Friday, February 2, 2018

The Table Water Story

Being from Alabama, I'm kinda used to the idea that when you walk into a regular local restaurant (non-franchise)....that some waitress brings out a glass of ice water....free of charge.  The water of course....is local city-water....not from some French glacier or costing you 1.80 Euro.

Typically, in Germany....especially in the summer, you might see fifty-percent of folks order a small bottle of water for the table and share out glass of commercial water.  The idea of tap water?  I don't think there's a chance that you can find such a thing in Germany.

So, it came up recently as an EU discussion topic....because the EU is so dedicated to fixing 'broke things'.  Most BREXIT would interrupt the conversation at this point, and suggest this is why they got so anti-EU.  But that's the pure nature of the EU today....nothing can stand unaltered.

The EU would like to fix the table water 'problem'.  So there's this Drinking Water Directive being talked about.

Someone did the statistical analysis and said that roughly 80 percent of all Europeans have a trust problem with drinking tap water.  The ARD (public TV in Germany, Channel One) says this.  I tend to agree, there is this perception of tap water being untrusted.

Some PhD folks in the EU did the analysis and says the actual real true risk of potential health hazards rests at about four percent.  Why four-percent?  Some countries are lax....some allow for issues to exist.  So NOT ALL water in the EU is the same.  Rather shocking but it's been that way since the Roman days when water consumption and movement was a big deal.  The EU says they can write up a regulation to set limits on issues and pollutants, and fix this whole mess.
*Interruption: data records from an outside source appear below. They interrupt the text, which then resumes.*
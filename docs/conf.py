"""The site from these pages: `sphinx-build -W -b html docs build/site` (extra: docs)."""

from __future__ import annotations

import re
from pathlib import Path

_VERSION = Path(__file__).resolve().parents[1] / "sim" / "driftwell" / "_version.py"

project = "driftwell"
copyright = "The driftwell developers, BSD-3-Clause"  # noqa: A001 - the generator's name for it
release = re.findall(r'"(.*)"', _VERSION.read_text(encoding="utf-8"))[-1]

extensions = ["myst_parser"]
myst_enable_extensions = ["colon_fence"]
myst_heading_anchors = 4
smartquotes = False  # --set is to stay --set
suppress_warnings = ["myst.header"]  # some pages go from a title to a small heading

html_theme = "furo"
html_title = f"driftwell {release}"
html_copy_source = False
html_theme_options = {"top_of_page_buttons": []}
html_static_path = ["site"]
html_css_files = ["wide.css"]
pygments_style = "a11y-high-contrast-light"
pygments_dark_style = "a11y-high-contrast-dark"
Then this EU logic would kick in....if you had pure tap water everywhere....you wouldn't need to order water at the restaurant. The fact that French Evian glacier water is awful dang tasty?  Or that Sachsen Quelle stille water is really tasty?  That concept hasn't really occurred with the EU folks.

At this point in the story....I wanted to ask the EU folks if they sipped water from the Brussels water supply but I kinda doubt that they do....and that they also buy French or German bottled water.

The EU then came up with this study, which they don't discuss much over who they asked or how they phrased the questions....but they think if water quality was better, then plastic bottles of water would decrease by 17-percent, and you could start a trend.

Somewhere in this mix is this new EU initiative called "Water is a Human Right".  If you just had clean water, your life would be better.

I live off in some valley in central Germany where the local mountainside has a spring that runs down into a small city building....which filters the water, and then feeds it into a big tank.  While I am awful partial about drinking French Evian bottled water (it's been that way for over 15 years)....I can readily drink my German town's water with a couple of ice cubes, and think it's pretty tasty and safe. Naturally, I refer to it often as 'almost glacier water'.....just ten thousand years ago, some glacier sat over the top of the valley.

Where is all of this leading onto?  Well....I would suspect in five years that when they hit 99-percent safe water across all of the EU....some regulation will come to exist which says you (the restaurant or cafe or bar) MUST offer free tap water if asked.   If you sit and ponder upon this whole thing....for the 1.80 Euro for that small bottle of water....the restaurant or bar is probably making a minimum of 20 cents off that sale.  In an entire year, if you took up the whole profit margin of an average restaurant, all of this bottled water sales probably amount to 1-percent of the total profits.  It's not much, but in a business where every single cent matters....it's something.

As for the EU?  It's simply another brick in the wall over their need to fix just about everything possible, and proving the BREXIT argument once again.

The odds of me ever ordering some tap water at some German restaurant?  Even if free?  Maybe if I've had five or six German beers and gotten fairly drunk....I might accidentally ask for some tap water by accident, but that's about the only way that I'd order tap water.